In [1]:
import nltk
from nltk.tokenize import word_tokenize
from nltk.probability import FreqDist

# Ensure you have downloaded necessary NLTK resources
nltk.download('punkt')

def load_text_file(file_path):
    """Load a text file and return its content."""
    with open(file_path, 'r', encoding='utf-8') as file:
        return file.read()

def tokenize_text(text):
    """Tokenize the given text using NLTK."""
    return word_tokenize(text)

def get_most_common_words(tokens, n=10):
    """Get the n most common words from the tokens."""
    freq_dist = FreqDist(tokens)
    return freq_dist.most_common(n)

if __name__ == "__main__":
    # Path to the text file
    file_path = "Output for Sentiment Analysis.txt"  # Replace with the path to your text file

    try:
        # Load and process the text
        text = load_text_file(file_path)
        tokens = tokenize_text(text)

        # Filter out non-alphanumeric tokens (optional)
        tokens = [token.lower() for token in tokens if token.isalpha()]

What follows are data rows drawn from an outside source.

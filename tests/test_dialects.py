"""Dialects as data: the lookup, the exp limit against the IEEE 754 double range, and the fitting rewrites."""

from __future__ import annotations

import math
import sys

import pytest
import sqlglot

import dbfit
from dbfit.expressions.dialects import dialect, supported
from dbfit.expressions.dialects.rewrite import adapt


def test_unknown_dialect_names_the_supported_ones():
    with pytest.raises(dbfit.DbfitError) as raised:
        dialect("oracle")
    assert all(name in str(raised.value) for name in ("duckdb", "postgres", "spark", "tsql", "sqlite"))


def test_every_exp_limit_keeps_exp_a_finite_normal_double():
    # common practice (IEEE 754 double): exp overflows beyond 709.78; below 2.2e-308 a double is subnormal.
    for name in supported():
        limit = dialect(name).exp_limit
        assert math.isfinite(math.exp(limit)) and math.exp(-limit) >= sys.float_info.min, name


def test_fitting_rewrites_follow_the_dialect():
    text = "SELECT sum(exp(x)), count(*) FILTER (WHERE NOT isfinite(w)) FROM (SELECT * FROM t) s"
    query = sqlglot.parse_one(text, read="duckdb")
    assert adapt(query, dialect("duckdb")) is query
    postgres = adapt(query, dialect("postgres")).sql("postgres")
    assert "-708.0" in postgres and "OFFSET 0" in postgres and "ISFINITE" not in postgres.upper()
    spark = adapt(query, dialect("spark")).sql("spark")
    assert "ISNAN" in spark.upper() and "OFFSET" not in spark
    with pytest.raises(dbfit.DbfitError, match="scoring SQL for it only"):
        adapt(query, dialect("tsql"))


def test_number_texts_on_sqlite_read_as_duckdb_writes_them(con):
    # Reference: DuckDB's CAST(... AS VARCHAR) of the same values (the form number_text keeps); SQLite keeps
    # text and integers as they are. Values chosen inside the ranges number_text states as exact.
    import sqlite3

    from dbfit.expressions.dialects.number_text import write_number_texts

    values = [1.0, -3.0, 0.0, 0.5, 2.25, 123456789.0, 1e15, 12.0, "1.0", "a", 7, None]
    tree = sqlglot.parse_one("SELECT CAST(v AS VARCHAR) FROM t ORDER BY k", read="duckdb")
    con.execute("CREATE TABLE t (k INTEGER, v VARCHAR, kind VARCHAR)")
    rows = [
        (k, v if isinstance(v, str) or v is None else repr(v), type(v).__name__) for k, v in enumerate(values)
    ]
    con.executemany("INSERT INTO t VALUES (?, ?, ?)", rows)
    duck = con.execute(
        "SELECT CASE kind WHEN 'float' THEN CAST(CAST(v AS DOUBLE) AS VARCHAR) "
        "WHEN 'int' THEN CAST(CAST(v AS BIGINT) AS VARCHAR) ELSE v END FROM t ORDER BY k"
    ).fetchall()
    lite = sqlite3.connect(":memory:")
    lite.execute("CREATE TABLE t (k INTEGER, v)")  # no declared type: each value keeps its own
    lite.executemany("INSERT INTO t VALUES (?, ?)", list(enumerate(values)))
    written = write_number_texts(tree, "sqlite").sql(dialect="sqlite")
    assert lite.execute(written).fetchall() == duck
    assert write_number_texts(tree, "duckdb") is tree
    again = write_number_texts(write_number_texts(tree, "postgres"), "postgres").sql(dialect="postgres")
    assert again == write_number_texts(tree, "postgres").sql(dialect="postgres")  # written once only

        # Get and display the 10 most common words
        common_words = get_most_common_words(tokens, n=10)
        print("10 Most Common Words:")
        for word, count in common_words:
            print(f"{word}: {count}")

    except FileNotFoundError:
        print(f"Error: The file '{file_path}' was not found.")
    except Exception as e:
        print(f"An error occurred: {e}")


10 Most Common Words:
package: 7
downloading: 4
to: 4
c: 4
is: 3
already: 3
stopwords: 2
punkt: 2
wordnet: 2
text: 2


[nltk_data] Downloading package punkt to
[nltk_data]     C:\Users\navad\AppData\Roaming\nltk_data...
[nltk_data]   Package punkt is already up-to-date!